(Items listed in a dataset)
* * *

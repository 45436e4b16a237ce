/** The read edge for the catalog: the bundled data folder (or another) from disk. */
import { readdirSync, readFileSync } from 'node:fs';
import { basename, dirname, join } from 'node:path';
import { fileURLToPath } from 'node:url';
import type { Outcome } from '../diagnostics.js';
import { bundledDataDir } from './dataDir.js';
import { type CatalogInput, parseCatalog } from './parse.js';
import { PRECOMPILED_CATALOG_FILE, readPrecompiledCatalog } from './precompiled.js';
import type { Catalog, CatalogFile } from './types.js';

export { bundledDataDir };

/** A project's own line list (config `catalogs:`), as absolute paths. */
export interface ExtraCatalog {
  lines: string;
  sources: string;
}

/** Line strengths by condition (src/lines/conditions.ts), beside the line lists. */
export const CONDITIONS_FILE = 'conditions.tsv';

export function readCatalogInput(
  dataDir: string = bundledDataDir(),
  extras: readonly ExtraCatalog[] = [],
): CatalogInput {
  const linesDir = join(dataDir, 'lines');
  // conditions.tsv is not a line list: it gives strengths for lines the line lists hold.
  const names = readdirSync(linesDir)
    .filter((n) => n.endsWith('.tsv') && n !== CONDITIONS_FILE)
    .sort();
  const read = (path: string, name: string) => ({ name, text: readFileSync(path, 'utf8') });
  let groupsYaml: CatalogInput['groupsYaml'] = null;
  try {
    groupsYaml = read(join(dataDir, 'groups.yaml'), 'groups.yaml');
  } catch {
    groupsYaml = null;
  }
  let priorsYaml: CatalogInput['priorsYaml'] = null;
  try {
    priorsYaml = read(join(dataDir, 'priors.yaml'), 'priors.yaml');
  } catch {
    priorsYaml = null;
  }
  let conditionFiles: CatalogFile[] = [];
  try {
    conditionFiles = [read(join(linesDir, CONDITIONS_FILE), CONDITIONS_FILE)];
  } catch {
    conditionFiles = [];
  }
  return {
    version: readFileSync(join(linesDir, 'VERSION'), 'utf8'),
    lineFiles: [
      ...names.map((n) => read(join(linesDir, n), n)),
      ...extras.map((e) => read(e.lines, `project:${basename(e.lines)}`)),
    ],
    sourceFiles: [
      read(join(linesDir, 'sources.yaml'), 'sources.yaml'),
      ...extras.map((e) => read(e.sources, `project:${basename(e.sources)}`)),
    ],
    groupsYaml,
    priorsYaml,
    conditionFiles,
  };
}

/** Where the build puts the bundled catalog, parsed (beside this module in dist/lines/). */
export function precompiledCatalogPath(): string {
  return join(dirname(fileURLToPath(import.meta.url)), PRECOMPILED_CATALOG_FILE);
}

export function loadCatalog(dataDir?: string, extras: readonly ExtraCatalog[] = []): Outcome<Catalog> {
  const input = readCatalogInput(dataDir, extras);
  // The bundled data alone, unchanged since the program was built: parsed already.
  if (dataDir === undefined && extras.length === 0) {
    const ready = readPrecompiledCatalog(precompiledCatalogPath(), input);
    if (ready) return ready;
  }
  return parseCatalog(input);
}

* * *

** AIM OF THE EXERCISE **
Every record should be repeated exactly; please leave none out.

** SOLUTION TO THIS PROBLEM **
repository 45436e4b16a237ce
/** The read edge for the catalog: the bundled data folder (or another) from disk. */
import { readdirSync, readFileSync } from 'node:fs';
import { basename, dirname, join } from 'node:path';
import { fileURLToPath } from 'node:url';
import type { Outcome } from '../diagnostics.js';
import { bundledDataDir } from './dataDir.js';
import { type CatalogInput, parseCatalog } from './parse.js';
import { PRECOMPILED_CATALOG_FILE, readPrecompiledCatalog } from './precompiled.js';
import type { Catalog, CatalogFile } from './types.js';

export { bundledDataDir };

/** A project's own line list (config `catalogs:`), as absolute paths. */
export interface ExtraCatalog {
  lines: string;
  sources: string;
}

/** Line strengths by condition (src/lines/conditions.ts), beside the line lists. */
export const CONDITIONS_FILE = 'conditions.tsv';

export function readCatalogInput(
  dataDir: string = bundledDataDir(),
  extras: readonly ExtraCatalog[] = [],
): CatalogInput {
  const linesDir = join(dataDir, 'lines');
  // conditions.tsv is not a line list: it gives strengths for lines the line lists hold.
  const names = readdirSync(linesDir)
    .filter((n) => n.endsWith('.tsv') && n !== CONDITIONS_FILE)
    .sort();
  const read = (path: string, name: string) => ({ name, text: readFileSync(path, 'utf8') });
  let groupsYaml: CatalogInput['groupsYaml'] = null;
  try {
    groupsYaml = read(join(dataDir, 'groups.yaml'), 'groups.yaml');
  } catch {
    groupsYaml = null;
  }
  let priorsYaml: CatalogInput['priorsYaml'] = null;
  try {
    priorsYaml = read(join(dataDir, 'priors.yaml'), 'priors.yaml');
  } catch {
    priorsYaml = null;
  }
  let conditionFiles: CatalogFile[] = [];
  try {
    conditionFiles = [read(join(linesDir, CONDITIONS_FILE), CONDITIONS_FILE)];
  } catch {
    conditionFiles = [];
  }
  return {
    version: readFileSync(join(linesDir, 'VERSION'), 'utf8'),
    lineFiles: [
      ...names.map((n) => read(join(linesDir, n), n)),
      ...extras.map((e) => read(e.lines, `project:${basename(e.lines)}`)),
    ],
    sourceFiles: [
      read(join(linesDir, 'sources.yaml'), 'sources.yaml'),
      ...extras.map((e) => read(e.sources, `project:${basename(e.sources)}`)),
    ],
    groupsYaml,
    priorsYaml,
    conditionFiles,
  };
}

/** Where the build puts the bundled catalog, parsed (beside this module in dist/lines/). */
export function precompiledCatalogPath(): string {
  return join(dirname(fileURLToPath(import.meta.url)), PRECOMPILED_CATALOG_FILE);
}

export function loadCatalog(dataDir?: string, extras: readonly ExtraCatalog[] = []): Outcome<Catalog> {
  const input = readCatalogInput(dataDir, extras);
  // The bundled data alone, unchanged since the program was built: parsed already.
  if (dataDir === undefined && extras.length === 0) {
    const ready = readPrecompiledCatalog(precompiledCatalogPath(), input);
    if (ready) return ready;
  }
  return parseCatalog(input);
}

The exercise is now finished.